■ What the task requires ■
Here is a block of records. Copy every line in it that includes "anything".

■ Material shown ■
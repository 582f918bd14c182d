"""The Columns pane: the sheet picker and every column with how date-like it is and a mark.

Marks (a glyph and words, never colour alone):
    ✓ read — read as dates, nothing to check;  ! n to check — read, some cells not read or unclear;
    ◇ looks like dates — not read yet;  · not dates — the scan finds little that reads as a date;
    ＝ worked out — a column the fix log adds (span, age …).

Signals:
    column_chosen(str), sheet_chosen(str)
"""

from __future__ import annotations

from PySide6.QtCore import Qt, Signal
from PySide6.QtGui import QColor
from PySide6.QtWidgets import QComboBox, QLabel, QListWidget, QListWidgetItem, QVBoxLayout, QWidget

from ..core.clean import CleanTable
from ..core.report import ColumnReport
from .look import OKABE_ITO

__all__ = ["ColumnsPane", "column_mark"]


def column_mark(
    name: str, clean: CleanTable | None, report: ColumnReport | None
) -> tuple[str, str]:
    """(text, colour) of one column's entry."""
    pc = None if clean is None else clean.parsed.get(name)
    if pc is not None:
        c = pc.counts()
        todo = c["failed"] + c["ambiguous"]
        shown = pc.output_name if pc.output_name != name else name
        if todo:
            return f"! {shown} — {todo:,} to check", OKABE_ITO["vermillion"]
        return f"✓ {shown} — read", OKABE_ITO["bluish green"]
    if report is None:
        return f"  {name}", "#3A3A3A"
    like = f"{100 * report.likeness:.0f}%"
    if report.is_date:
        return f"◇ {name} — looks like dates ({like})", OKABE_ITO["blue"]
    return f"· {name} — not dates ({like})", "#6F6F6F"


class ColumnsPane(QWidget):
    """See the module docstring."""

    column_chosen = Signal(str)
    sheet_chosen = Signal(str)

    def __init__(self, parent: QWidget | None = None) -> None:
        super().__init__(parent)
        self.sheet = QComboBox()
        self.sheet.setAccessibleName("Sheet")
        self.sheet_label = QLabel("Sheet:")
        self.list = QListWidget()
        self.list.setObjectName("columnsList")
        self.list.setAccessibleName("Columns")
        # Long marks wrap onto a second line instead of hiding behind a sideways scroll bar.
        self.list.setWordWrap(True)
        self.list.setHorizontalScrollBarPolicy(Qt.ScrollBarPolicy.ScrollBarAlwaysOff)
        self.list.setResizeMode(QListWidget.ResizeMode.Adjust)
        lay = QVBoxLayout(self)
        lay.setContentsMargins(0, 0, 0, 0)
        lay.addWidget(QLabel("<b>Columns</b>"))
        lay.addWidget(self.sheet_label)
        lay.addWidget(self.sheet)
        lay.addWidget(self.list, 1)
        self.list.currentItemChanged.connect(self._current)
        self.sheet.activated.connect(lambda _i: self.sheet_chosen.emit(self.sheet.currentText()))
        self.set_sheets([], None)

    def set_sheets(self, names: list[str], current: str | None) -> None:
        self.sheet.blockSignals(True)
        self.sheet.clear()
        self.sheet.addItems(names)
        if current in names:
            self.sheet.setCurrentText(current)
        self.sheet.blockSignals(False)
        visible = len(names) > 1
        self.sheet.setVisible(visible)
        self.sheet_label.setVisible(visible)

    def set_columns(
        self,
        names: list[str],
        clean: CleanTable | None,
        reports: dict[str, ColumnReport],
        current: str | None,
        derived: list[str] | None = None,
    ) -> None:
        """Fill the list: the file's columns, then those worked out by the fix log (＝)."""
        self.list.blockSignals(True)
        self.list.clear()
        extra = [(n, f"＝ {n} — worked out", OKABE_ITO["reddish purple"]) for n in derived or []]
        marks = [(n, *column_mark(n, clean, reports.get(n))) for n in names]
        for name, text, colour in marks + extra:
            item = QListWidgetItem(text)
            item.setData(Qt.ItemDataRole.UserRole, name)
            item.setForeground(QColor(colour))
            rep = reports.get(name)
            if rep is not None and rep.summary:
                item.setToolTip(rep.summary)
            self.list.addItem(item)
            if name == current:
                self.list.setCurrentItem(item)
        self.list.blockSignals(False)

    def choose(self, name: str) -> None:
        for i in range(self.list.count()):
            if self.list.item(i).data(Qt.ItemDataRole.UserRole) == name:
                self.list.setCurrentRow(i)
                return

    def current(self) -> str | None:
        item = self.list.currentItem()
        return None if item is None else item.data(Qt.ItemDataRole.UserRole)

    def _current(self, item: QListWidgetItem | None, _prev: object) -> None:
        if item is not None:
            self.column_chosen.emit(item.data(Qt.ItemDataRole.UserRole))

==

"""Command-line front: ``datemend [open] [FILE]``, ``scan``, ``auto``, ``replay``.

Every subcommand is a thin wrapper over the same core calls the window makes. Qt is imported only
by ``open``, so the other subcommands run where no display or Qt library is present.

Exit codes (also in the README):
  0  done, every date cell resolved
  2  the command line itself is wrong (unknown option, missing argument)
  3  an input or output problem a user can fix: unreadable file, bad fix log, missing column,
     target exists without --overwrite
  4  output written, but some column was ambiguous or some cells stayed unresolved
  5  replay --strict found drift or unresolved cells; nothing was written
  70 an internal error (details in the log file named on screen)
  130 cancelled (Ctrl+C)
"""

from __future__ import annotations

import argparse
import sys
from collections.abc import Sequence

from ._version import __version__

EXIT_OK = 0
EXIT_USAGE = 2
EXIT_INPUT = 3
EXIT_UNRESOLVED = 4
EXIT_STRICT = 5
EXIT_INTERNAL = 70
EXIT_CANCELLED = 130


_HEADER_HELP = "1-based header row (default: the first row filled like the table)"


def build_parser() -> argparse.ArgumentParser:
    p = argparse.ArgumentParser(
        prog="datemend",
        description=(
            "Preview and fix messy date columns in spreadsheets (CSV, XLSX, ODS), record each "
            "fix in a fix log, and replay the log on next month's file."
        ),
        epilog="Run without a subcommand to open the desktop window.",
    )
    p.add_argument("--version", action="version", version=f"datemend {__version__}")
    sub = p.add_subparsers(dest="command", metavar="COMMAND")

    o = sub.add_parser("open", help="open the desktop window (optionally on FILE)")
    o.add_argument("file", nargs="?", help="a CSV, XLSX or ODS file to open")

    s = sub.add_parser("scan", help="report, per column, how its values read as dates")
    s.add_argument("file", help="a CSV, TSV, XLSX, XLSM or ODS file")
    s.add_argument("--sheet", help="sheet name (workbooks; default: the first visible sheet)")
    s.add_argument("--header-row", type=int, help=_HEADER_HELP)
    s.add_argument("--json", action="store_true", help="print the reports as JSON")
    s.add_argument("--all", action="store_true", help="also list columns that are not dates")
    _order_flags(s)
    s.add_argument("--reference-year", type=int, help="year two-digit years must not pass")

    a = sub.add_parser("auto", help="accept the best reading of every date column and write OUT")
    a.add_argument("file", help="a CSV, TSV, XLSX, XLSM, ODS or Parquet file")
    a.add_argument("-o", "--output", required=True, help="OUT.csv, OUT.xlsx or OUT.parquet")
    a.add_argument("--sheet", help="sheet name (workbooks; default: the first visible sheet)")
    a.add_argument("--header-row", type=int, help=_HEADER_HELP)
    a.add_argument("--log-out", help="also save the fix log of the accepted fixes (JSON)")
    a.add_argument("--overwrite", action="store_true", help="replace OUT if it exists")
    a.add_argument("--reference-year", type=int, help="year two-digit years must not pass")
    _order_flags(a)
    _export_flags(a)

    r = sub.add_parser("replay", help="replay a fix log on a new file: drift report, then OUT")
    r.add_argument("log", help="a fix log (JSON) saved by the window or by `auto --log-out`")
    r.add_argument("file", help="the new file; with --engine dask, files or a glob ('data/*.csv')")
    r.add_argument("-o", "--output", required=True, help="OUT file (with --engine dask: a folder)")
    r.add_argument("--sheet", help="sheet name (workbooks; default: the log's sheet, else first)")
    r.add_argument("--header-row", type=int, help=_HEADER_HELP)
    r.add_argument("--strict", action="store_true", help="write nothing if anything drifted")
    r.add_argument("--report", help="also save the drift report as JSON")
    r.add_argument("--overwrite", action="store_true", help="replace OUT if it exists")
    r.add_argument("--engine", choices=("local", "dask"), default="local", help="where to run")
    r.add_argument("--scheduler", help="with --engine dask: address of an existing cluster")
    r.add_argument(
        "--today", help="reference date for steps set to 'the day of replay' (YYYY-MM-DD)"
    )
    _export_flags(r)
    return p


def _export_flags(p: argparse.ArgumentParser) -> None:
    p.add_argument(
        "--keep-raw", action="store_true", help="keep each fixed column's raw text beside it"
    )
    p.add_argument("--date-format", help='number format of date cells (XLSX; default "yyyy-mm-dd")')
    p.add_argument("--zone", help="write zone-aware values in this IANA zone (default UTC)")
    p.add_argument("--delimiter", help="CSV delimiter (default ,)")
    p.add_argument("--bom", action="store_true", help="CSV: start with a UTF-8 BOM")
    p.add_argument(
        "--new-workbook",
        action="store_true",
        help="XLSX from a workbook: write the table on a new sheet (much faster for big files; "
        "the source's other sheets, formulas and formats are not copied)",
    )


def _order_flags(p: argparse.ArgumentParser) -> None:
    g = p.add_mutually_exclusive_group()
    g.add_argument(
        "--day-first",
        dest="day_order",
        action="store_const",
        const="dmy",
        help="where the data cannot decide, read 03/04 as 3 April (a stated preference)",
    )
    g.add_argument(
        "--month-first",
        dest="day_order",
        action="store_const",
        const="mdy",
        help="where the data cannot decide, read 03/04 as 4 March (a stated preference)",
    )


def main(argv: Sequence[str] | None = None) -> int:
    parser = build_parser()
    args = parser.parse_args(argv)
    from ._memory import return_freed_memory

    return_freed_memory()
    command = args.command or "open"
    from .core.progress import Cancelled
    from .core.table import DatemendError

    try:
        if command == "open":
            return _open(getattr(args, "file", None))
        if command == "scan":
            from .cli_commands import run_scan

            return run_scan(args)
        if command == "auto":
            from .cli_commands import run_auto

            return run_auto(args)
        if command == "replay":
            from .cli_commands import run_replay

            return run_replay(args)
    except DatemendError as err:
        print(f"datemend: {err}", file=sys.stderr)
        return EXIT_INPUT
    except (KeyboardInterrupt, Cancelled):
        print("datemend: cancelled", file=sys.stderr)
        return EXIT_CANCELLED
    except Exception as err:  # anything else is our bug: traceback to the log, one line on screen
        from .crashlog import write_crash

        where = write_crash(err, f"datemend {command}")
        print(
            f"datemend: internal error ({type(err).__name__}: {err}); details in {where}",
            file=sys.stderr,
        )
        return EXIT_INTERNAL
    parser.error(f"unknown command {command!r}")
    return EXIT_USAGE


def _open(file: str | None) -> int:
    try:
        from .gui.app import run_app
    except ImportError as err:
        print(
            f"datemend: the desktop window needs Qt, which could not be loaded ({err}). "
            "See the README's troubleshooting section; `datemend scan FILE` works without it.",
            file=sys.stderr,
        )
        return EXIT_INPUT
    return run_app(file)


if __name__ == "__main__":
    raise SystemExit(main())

■ The answer ■
    r.add_argument("--strict", action="store_true", help="write nothing if anything drifted")
    except Exception as err:  # anything else is our bug: traceback to the log, one line on screen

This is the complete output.